As Jomni and Rbodleyscott post above , you don't care what's specific abilities a unit has ,cause it's "top-down" simulating , you focus on POAs and the result of a Campaign (For this reason if a campaign set by 20 turns and the real time it takes in history is 5 hours such as Sekigahara, can we say each turn approximate 10-30mins ,just estimate for historical reason) .
The problem is I do find there's "unit attribute" affect every combat result : total men , unit size , etc. such as ModifiedCloseCombatDamage FUNCTION written in CombatLogic.BSF script , it defined a basic damage value as 50 , then modified it by "total men" , "unit size" , "unit moral" and other parameters .So it decides each combat we see in game between two unit always causes 20-70 casualties .

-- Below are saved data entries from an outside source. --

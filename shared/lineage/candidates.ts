import { byNumber } from '../codes';
import { type Day, daysBetween } from '../days';
import type { SpeciesProfile } from '../species/profile';
import type { LineageNode } from './contract';

export type Candidate = {
  id: string;
  code: string;
  sex: 'male' | 'female';
  sexCertain: boolean;
  tank: string | null;
  ageDays: number | null;
  lengthTenthsMm: number | null;
  /** Why it is left out unless the keeper takes it in: "3.1 cm, too small to breed". */
  doubt: 'tooSmall' | 'tooOld' | null;
};

/** Half of its adult length is taken where no size at first breeding is known: common practice, no source. */
const MATURE_SHARE = 0.5;
const DAYS_PER_YEAR = 365.25;

/**
 * The living breeders and holdbacks among some animals whose sex is recorded, by code. Too small is judged by the species'
 * size at first breeding, too old by the keeper's own limit in years (null: none); what is not known leaves no doubt.
 */
export function candidatesOf(
  nodes: readonly LineageNode[],
  profile: SpeciesProfile | null,
  today: Day,
  oldestYears: number | null,
): Candidate[] {
  return nodes
    .flatMap((node): Candidate[] => {
      const { id, thing, living, keptAs, sex, code, tank, bornOn, lastLengthTenthsMm, sexCertain } = node;
      if (thing !== 'fish' || !living || (keptAs !== 'breeder' && keptAs !== 'holdback')) return [];
      if (sex === 'unknown' || code === null) return [];
      const ageDays = bornOn ? daysBetween(bornOn, today) : null;
      const mature = matureMm(profile, sex);
      const tooSmall = mature !== null && lastLengthTenthsMm !== null && lastLengthTenthsMm < 10 * mature;
      const tooOld = oldestYears !== null && ageDays !== null && ageDays > oldestYears * DAYS_PER_YEAR;
      return [
        {
          id,
          code,
          sex,
          sexCertain,
          tank: tank?.code ?? null,
          ageDays,
          lengthTenthsMm: lastLengthTenthsMm,
          doubt: tooSmall ? 'tooSmall' : tooOld ? 'tooOld' : null,
        },
      ];
    })
    .sort((a, b) => byNumber(a.code, b.code));
}

function matureMm(profile: SpeciesProfile | null, sex: 'male' | 'female'): number | null {
  if (!profile) return null;
  const known = profile.maturity?.value;
  const own = sex === 'male' ? known?.maleMm : known?.femaleMm;
  const adult = sex === 'male' ? profile.adultMale?.value : profile.adultFemale?.value;
  return own ?? known?.mm ?? (adult ? adult.mm * MATURE_SHARE : null);
}

/** How many of each sex a group of the species has at least, as far as there are fish for it. */
export function usualGroup(
  profile: SpeciesProfile | null,
  there: { males: number; females: number },
): { males: number; females: number } {
  const perMale = profile?.femalesPerMale.value ?? 2;
  const group = profile?.minGroup.value ?? 3;
  const males = Math.max(1, Math.min(there.males, Math.floor(group / (1 + perMale))));
  const females = Math.max(Math.ceil(males * perMale), group - males);
  return { males, females: Math.max(1, Math.min(there.females, females)) };
}
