import type { KinshipMatrix } from './kinshipMatrix';

/**
 * The choice behind a pairing plan, fish as numbers, males first. `cost` is what two chosen fish add to the mean kinship of
 * the young, as a square table (a fish with itself on the diagonal; a pair of two counts from both sides). `barred` pairs may
 * not both be chosen. `alike` gives each fish the first one that it could be exchanged for without any difference.
 */
export type PairingChoice = {
  count: number;
  isMale: boolean[];
  cost: Float64Array;
  barred: Uint8Array;
  alike: number[];
  required: number[];
  males: number;
  females: number;
};

export type PairingGroup = { members: number[]; cost: number };

/** Kinships and costs nearer than this are equal: they differ by rounding only. */
export const SAME = 1e-12;

/** Young get half their genes from the chosen males, each alike, and half from the females: the weights of the mean kinship. */
export function pairingChoice(
  matrix: KinshipMatrix,
  ids: string[],
  of: { maleCount: number; males: number; females: number; limit: number; required: Set<string> },
): PairingChoice {
  const count = ids.length;
  const isMale = ids.map((_, fish) => fish < of.maleCount);
  const weight = isMale.map((male) => 1 / (2 * (male ? of.males : of.females)));
  const cost = new Float64Array(count * count);
  const barred = new Uint8Array(count * count);
  ids.forEach((a, i) => {
    ids.forEach((b, j) => {
      const kinship = matrix.between(a, b);
      cost[i * count + j] = (weight[i] ?? 0) * (weight[j] ?? 0) * kinship;
      if (isMale[i] !== isMale[j] && kinship > of.limit + SAME) barred[i * count + j] = 1;
    });
  });
  const required = ids.flatMap((id, fish) => (of.required.has(id) ? [fish] : []));
  const { males, females } = of;
  return { count, isMale, cost, barred, alike: alikeOf(cost, isMale), required, males, females };
}

/** Brood mates without young are alike; so are others that no kinship tells apart. */
function alikeOf(cost: Float64Array, isMale: boolean[]): number[] {
  const count = isMale.length;
  const at = (i: number, j: number) => cost[i * count + j] ?? 0;
  const areAlike = (i: number, j: number) =>
    isMale[i] === isMale[j] &&
    Math.abs(at(i, i) - at(j, j)) <= SAME &&
    isMale.every((_, k) => k === i || k === j || Math.abs(at(i, k) - at(j, k)) <= SAME);
  const alike: number[] = [];
  for (let fish = 0; fish < count; fish += 1) {
    const earlier = alike.findIndex((first, other) => first === other && areAlike(fish, other));
    alike.push(earlier < 0 ? fish : earlier);
  }
  return alike;
}

/** What the whole group adds up to. */
export function costOf({ cost, count }: PairingChoice, members: number[]): number {
  let sum = 0;
  for (const i of members) for (const j of members) sum += cost[i * count + j] ?? 0;
  return sum;
}

export function isBarred({ barred, count }: PairingChoice, members: number[]): boolean {
  return members.some((i) => members.some((j) => barred[i * count + j] === 1));
}
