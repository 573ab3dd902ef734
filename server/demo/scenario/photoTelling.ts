import { between, chanceOf } from '../drawings/chance';
import { type Started, samplesOf } from './broodTelling';
import { meanLengthAt, vigourOf } from './growth';
import { overRuler, PHOTOS, type PhotoStory, tray } from './photos';
import type { Ago, Recorded } from './shape';
import type { Teller } from './telling';

/** Broods that are photographed over the ruler, with the width in mm that all their pictures keep. */
const FOLLOWED: Readonly<Record<string, number>> = {
  m1: 64,
  m3: 64,
  m4: 40,
  l4: 64,
  l5: 48,
  e3: 80,
  e4: 32,
  s5: 48,
  c2: 80,
  a2: 48,
};
/** Broods whose young were photographed in the tray as they came. */
const IN_TRAY = new Set(['m1', 'm4', 'l2', 'e1', 'e4', 's1', 's6', 'f1']);
const MOST_IN_TRAY = 24;

type Joined = { age: number; heads: number } | null;

/** Every second sample of a followed brood has its picture: one fish of about the mean length. */
function followed({ handle, strain, born, ...started }: Started, joined: Joined): PhotoStory[] {
  const spanMm = FOLLOWED[handle];
  if (!spanMm) return [];
  return samplesOf({ handle, strain, born, ...started }, joined)
    .filter((_, i) => i % 2 === 0 || i === 1)
    .map(({ age }, i): PhotoStory => {
      const near = between(chanceOf(`${handle} photo ${age}`), 0.97, 1.03);
      const lengthMm = Math.round(2 * near * meanLengthAt(strain, age, vigourOf(handle))) / 2;
      return {
        of: { thing: 'brood', key: `brood:${handle}` },
        on: born + age,
        caption: `${lengthMm} mm`,
        orientation: i % 3 === 2 ? 3 : 1,
        drawing: overRuler(strain, `${handle} ${age}`, { lengthMm, spanMm }),
      };
    });
}

function inTray({ handle, strain, started, brood }: Started): PhotoStory[] {
  if (!IN_TRAY.has(handle)) return [];
  const { total, wrigglers, eggs = 0 } = brood.numbers;
  const count = Math.min(MOST_IN_TRAY, wrigglers ?? total - eggs);
  const lengthMm = meanLengthAt(strain, 18, 0.85);
  return [
    {
      of: { thing: 'brood', key: `brood:${handle}` },
      on: started,
      caption: 'Just out of her mouth',
      drawing: tray(strain, `tray ${handle}`, {
        life: 'yolk-fry',
        count,
        lengthMm: Math.max(7, Math.round(lengthMm * 10) / 10),
      }),
    },
  ];
}

function told(tell: Teller, { of, on, caption, orientation = 1, drawing }: PhotoStory): Recorded {
  const photo = tell.entry(on, `${of.key} ${drawing.shot}`, {
    kind: 'photoTaken',
    photoId: `photo:${drawing.shot}`,
    of: { thing: of.thing, id: of.key },
    takenOn: null,
    caption,
  });
  return { ...photo, picture: { drawing, takenAt: `${photo.on}T${photo.time}:00`, orientation } };
}

export function tellPhotos(tell: Teller, broods: readonly Started[], joinedOf: (handle: string) => Joined): Recorded[] {
  const ofBroods = broods.flatMap((brood) => [...inTray(brood), ...followed(brood, joinedOf(brood.handle))]);
  const isPast = ({ on }: { on: Ago }) => on < -1;
  return [...PHOTOS, ...ofBroods].filter(isPast).map((photo) => told(tell, photo));
}
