import { open } from 'node:fs/promises';
import sharp, { type Metadata, type Sharp } from 'sharp';
import { type Capture, captureOf } from './captureDate';
import type { Lane } from './lane';
import { damaged, notAPicture, phoneFormat, tooHeavy, tooLong, tooManyPixels } from './refusals';

/** Longest edge in pixels, and the file's name. */
export const SIZES = { large: 1280, small: 320 } as const;
export type PictureSize = keyof typeof SIZES;

export type Developed = { large: Buffer; small: Buffer; width: number; height: number };

const MEGAPIXELS = 60;
/** Longest edge taken. A single line of many millions would be held whole, however few its pixels. */
const MAX_EDGE = 30_000;
/** What decoding one picture may hold in memory. */
const MAX_HELD_BYTES = 260_000_000;
/** Above this a picture is worked on alone, so that two large ones never share the memory. */
const ALONE_BYTES = 100_000_000;
const TIMEOUT_SECONDS = 30;
const READ = { limitInputPixels: MEGAPIXELS * 1_000_000, pages: 1, failOn: 'error' } as const;
const WEBP = { effort: 2, quality: 80 } as const;

/** Makes both sizes of a picture file, in sRGB and without any metadata, and reads when it was taken. */
export async function develop(file: string, lane: Lane): Promise<Developed & Capture> {
  const about = await headerOf(file);
  const capture = await captureOf(about.exif);
  const developed = await lane.run(heldBytes(about) > ALONE_BYTES ? 2 : 1, () => bothSizes(file));
  return { ...developed, ...capture };
}

async function headerOf(file: string): Promise<Metadata> {
  const about = await sharp(file, READ)
    .metadata()
    .catch(async (error: unknown) => Promise.reject(await whyNot(file, error)));
  const isAvif = about.format === 'heif' && about.compression === 'av1';
  if (!isAvif && !['jpeg', 'png', 'webp'].includes(about.format)) throw await whyNot(file, new Error('unsupported'));
  if (about.width * about.height > MEGAPIXELS * 1_000_000) throw tooManyPixels(MEGAPIXELS);
  if (Math.max(about.width, about.height) > MAX_EDGE) throw tooLong(MAX_EDGE);
  if (heldBytes(about) > MAX_HELD_BYTES) throw tooHeavy();
  return about;
}

/** What a decoder holds at once, measured: most read in strips, some need the picture whole. */
function heldBytes({ format, isProgressive, chromaSubsampling, depth, channels, width, height }: Metadata): number {
  const pixels = width * height;
  if (format === 'heif') return pixels * 18;
  if (!isProgressive) return pixels * 2;
  if (format === 'jpeg') return pixels * (chromaSubsampling === '4:2:0' ? 3 : 2 * channels);
  return pixels * channels * (depth === 'ushort' ? 2 : 1);
}

/** One decode: the large size as bare pixels, of which the small one is made. */
async function bothSizes(file: string): Promise<Developed> {
  const { data, info } = await inside(sharp(file, READ).autoOrient(), SIZES.large)
    .toColourspace('srgb')
    .timeout({ seconds: TIMEOUT_SECONDS })
    .raw({ depth: 'uchar' })
    .toBuffer({ resolveWithObject: true })
    .catch(async (error: unknown) => Promise.reject(await whyNot(file, error)));
  const { width, height, channels } = info;
  const pixels = sharp(data, { raw: { width, height, channels } });
  const [large, small] = await Promise.all([
    pixels.clone().webp(WEBP).toBuffer(),
    inside(pixels.clone(), SIZES.small).webp(WEBP).toBuffer(),
  ]);
  return { large, small, width, height };
}

const inside = (picture: Sharp, edge: number) =>
  picture.resize(edge, edge, { fit: 'inside', withoutEnlargement: true });

/** The decoder's complaint in words for the keeper. A file that cannot be opened at all is a fault of ours. */
async function whyNot(file: string, error: unknown): Promise<unknown> {
  const complaint = error instanceof Error ? error.message : '';
  const head = await headOf(file);
  if (isHeic(head)) return phoneFormat();
  if (complaint.includes('pixel limit')) return tooManyPixels(MEGAPIXELS);
  if (complaint.includes('unsupported')) return notAPicture();
  return damaged();
}

async function headOf(file: string): Promise<Buffer> {
  const handle = await open(file);
  try {
    const { buffer, bytesRead } = await handle.read(Buffer.alloc(256), 0, 256, 0);
    return buffer.subarray(0, bytesRead);
  } finally {
    await handle.close();
  }
}

/** ISO/IEC 23008-12: the brands of pictures coded with HEVC; AVIF names its own among the compatible ones. */
function isHeic(head: Buffer): boolean {
  const brands = head.subarray(8, 64).toString('latin1');
  return (
    head.subarray(4, 8).toString('latin1') === 'ftyp' &&
    /hei[cxms]|hev[cxms]|mif1|msf1/.test(brands) &&
    !/avi[fs]/.test(brands)
  );
}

But how could that fit the result and reality in history , when it set a static value like "unit attack" first .Because total time of a campaign or a skirmish was definitely known in history . You then set a turn number of each battle . I agree to trust calculating ability of computer . But how can you believe it could give a accurate and historic battle result , think if set the damage value or other bottom combat parameter would change campaigns result a lot .
Re: how combat works?
Posted: Wed Oct 11, 2017 5:07 pm
by rbodleyscott
valkyrieneven wrote:So it decides each combat we see in game between two unit always causes 20-70 casualties .
That isn't true, because it is heavily modified by the effects of POAs, unit strengths, previous casualties, disorder, morale state, obstacles etc etc.
The range you quote would only apply to a unit of UnitStrength 600 with no modifiers at all. The calculation has to start from somewhere, because the modifiers need something to modify.